O vazio deixado pela ausência de um pai ou mãe ultrapassou a psicologia e se consolidou como um dano jurídico, o que antes era tratado como uma fatalidade ou falha de caráter, hoje tem nome na Justiça: abandono afetivo.
Em outubro de 2025, o Brasil sancionou uma lei onde filhos possam buscar indenização por danos morais e psíquicos de pais omissos. Essa legislação é uma resposta direta à evolução do conceito de família,onde o foco não é o sobrenome, mas o desenvolvimento saudável dos membros.

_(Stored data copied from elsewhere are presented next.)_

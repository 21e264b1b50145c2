/// \file Special functions against Arb (ball arithmetic, 128 bits) and printed values.

#include "runtime/bath/special_functions.h"

#include <acb.h>
#include <acb_hypgeom.h>

#include <catch2/catch.hpp>
#include <complex>
#include <functional>
#include <random>

using namespace tarn::runtime;
using Complex = std::complex<double>;

namespace {

constexpr slong kBits = 128;

class Ball {
 public:
  Ball() { acb_init(value_); }
  explicit Ball(Complex z) : Ball() { acb_set_d_d(value_, z.real(), z.imag()); }
  ~Ball() { acb_clear(value_); }
  Ball(const Ball&) = delete;
  Ball& operator=(const Ball&) = delete;
  acb_ptr get() { return value_; }
  Complex middle() {
    return {arf_get_d(arb_midref(acb_realref(value_)), ARF_RND_NEAR), arf_get_d(arb_midref(acb_imagref(value_)), ARF_RND_NEAR)};
  }
  double relative_bits() { return static_cast<double>(acb_rel_accuracy_bits(value_)); }

 private:
  acb_t value_;
};

using Reference = std::function<void(acb_ptr, acb_ptr)>;

Complex reference(const Reference& f, Complex z) {
  Ball in(z);
  Ball out;
  f(out.get(), in.get());
  REQUIRE(out.relative_bits() > 60.0);
  return out.middle();
}

/// 400 points of |z| from 1e-3 to 1e3 with |arg z| up to `angle`; the real axis included.
std::vector<Complex> points(double angle) {
  std::mt19937 engine(7);
  std::uniform_real_distribution<double> unit(-1.0, 1.0);
  std::vector<Complex> z;
  for (int k = 0; k < 400; ++k) {
    const double modulus = std::pow(10.0, 3.0 * unit(engine));
    z.push_back(k % 8 == 0 ? Complex(modulus) : std::polar(modulus, angle * unit(engine)));
  }
  return z;
}

double worst(const std::function<Complex(Complex)>& ours, const Reference& arb, const std::vector<Complex>& where) {
  double error = 0.0;
  for (const Complex z : where) {
    const Complex exact = reference(arb, z);
    const double here = std::abs(ours(z) - exact) / std::max(1.0, std::abs(exact));
    if (here > 1e-13) WARN("z = " << z << " error " << here);
    error = std::max(error, here);
  }
  return error;
}

constexpr double kWide = 0.75 * 3.14159265358979;

}  // namespace

// Reference: Arb 2.23 (flint-arb), acb_lgamma, acb_digamma.
TEST_CASE("log gamma and digamma agree with Arb") {
  CHECK(worst(log_gamma, [](acb_ptr y, acb_ptr z) { acb_lgamma(y, z, kBits); }, points(kWide)) < 1e-13);
  CHECK(worst(digamma, [](acb_ptr y, acb_ptr z) { acb_digamma(y, z, kBits); }, points(3.0)) < 1e-13);
}

// Reference: Arb 2.23, acb_polygamma and acb_hurwitz_zeta.
TEST_CASE("trigamma and Hurwitz zeta agree with Arb") {
  CHECK(worst(trigamma, [](acb_ptr y, acb_ptr z) { Ball one(1.0); acb_polygamma(y, one.get(), z, kBits); }, points(kWide)) < 1e-13);
  for (const double s : {1.1, 1.5, 2.0, 2.7, 4.0, 9.0}) {
    CAPTURE(s);
    const Reference zeta = [s](acb_ptr y, acb_ptr z) { Ball order(s); acb_hurwitz_zeta(y, order.get(), z, kBits); };
    CHECK(worst([s](Complex z) { return hurwitz_zeta(s, z); }, zeta, points(kWide)) < 1e-13);
  }
}

// Reference: Arb 2.23, acb_hypgeom_expint; Ei(x) = -E1(-x), its real part for x > 0 (DLMF 6.5).
TEST_CASE("exponential integrals agree with Arb") {
  const Reference e1 = [](acb_ptr y, acb_ptr z) {
    Ball one(1.0);
    Ball growth;
    acb_hypgeom_expint(y, one.get(), z, 32 * kBits);
    acb_exp(growth.get(), z, 32 * kBits);
    acb_mul(y, y, growth.get(), kBits);
  };
  CHECK(worst(exp_integral_e1_scaled, e1, points(3.14)) < 1e-13);
  const auto ei = [](Complex x) { return Complex(exp_integral_ei_scaled(-x.real())); };
  const Reference minus_real_e1 = [e1](acb_ptr y, acb_ptr x) {
    e1(y, x);
    arb_zero(acb_imagref(y));
    acb_neg(y, y);
  };
  std::vector<Complex> real = points(0.0);
  for (const Complex x : points(0.0)) real.push_back(-x.real());
  CHECK(worst(ei, minus_real_e1, real) < 1e-13);
}

// Reference: Arb 2.23, acb_hypgeom_2f1: the sum is exp(-x)/(1+v) F(1, 1+v; 2+v; exp(-x)).
TEST_CASE("the Lerch sum agrees with Arb's hypergeometric function") {
  for (const double x : {1e-6, 1e-3, 0.03, 0.3, 0.79, 0.81, 3.0, 30.0})
    for (const Complex v : {Complex(0.3), Complex(-0.4), Complex(-7.3), Complex(-61.2), Complex(15.0), Complex(-3.2, 4.0), Complex(40.0, -70.0)}) {
      CAPTURE(x, v);
      const Complex exact = reference([x](acb_ptr y, acb_ptr u) {
        Ball one(1.0);
        Ball b;
        Ball c;
        Ball z(x);
        acb_add_ui(b.get(), u, 1, kBits);
        acb_add_ui(c.get(), u, 2, kBits);
        acb_neg(z.get(), z.get());
        acb_exp(z.get(), z.get(), 4 * kBits);
        acb_hypgeom_2f1(y, one.get(), b.get(), c.get(), z.get(), 0, 4 * kBits);
        acb_mul(y, y, z.get(), kBits);
        acb_div(y, y, b.get(), kBits);
      }, v);
      CHECK(std::abs(lerch_sum(x, v) - exact) < 1e-13 * std::max(1.0, std::abs(exact)));
    }
}

// NIST DLMF: 5.4.12 psi(1) = -Euler's constant; 5.4.14 with psi'(1) = pi^2/6 (25.6.1);
// 25.6.1 zeta(4) = pi^4/90; 25.11.11 zeta(s, 1/2) = (2^s - 1) zeta(s); 5.4.6 Gamma(1/2)^2 = pi.
// E1(1) = 0.219383934395520 (table 6.1 of the older handbook, 5.1).
TEST_CASE("special functions have their tabulated values") {
  const double pi = 3.14159265358979323846;
  CHECK(digamma(1.0).real() == Approx(-0.57721566490153286).epsilon(1e-14));
  CHECK(trigamma(1.0).real() == Approx(pi * pi / 6).epsilon(1e-14));
  CHECK(hurwitz_zeta(4.0, 1.0).real() == Approx(std::pow(pi, 4) / 90).epsilon(1e-14));
  CHECK(hurwitz_zeta(1.5, 0.5).real() == Approx((std::pow(2.0, 1.5) - 1) * 2.6123753486854883).epsilon(1e-13));
  CHECK(log_gamma(0.5).real() == Approx(0.5 * std::log(pi)).epsilon(1e-14));
  CHECK(exp_integral_e1_scaled(1.0).real() == Approx(0.219383934395520274 * std::exp(1.0)).epsilon(1e-14));
}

A criança sente a ausência logo cedo e as consequências passam a acompanhar por muito tempo, o medo da rejeição, ansiedade, dificuldade de estabelecer relações e baixa autoestima, são problemas diagnosticados com constância e o motivo costuma ser o mesmo. “Muitos crescem com a sensação de que precisam ser perfeitos para não serem abandonados novamente”, explica a psicóloga Glícia Brasil.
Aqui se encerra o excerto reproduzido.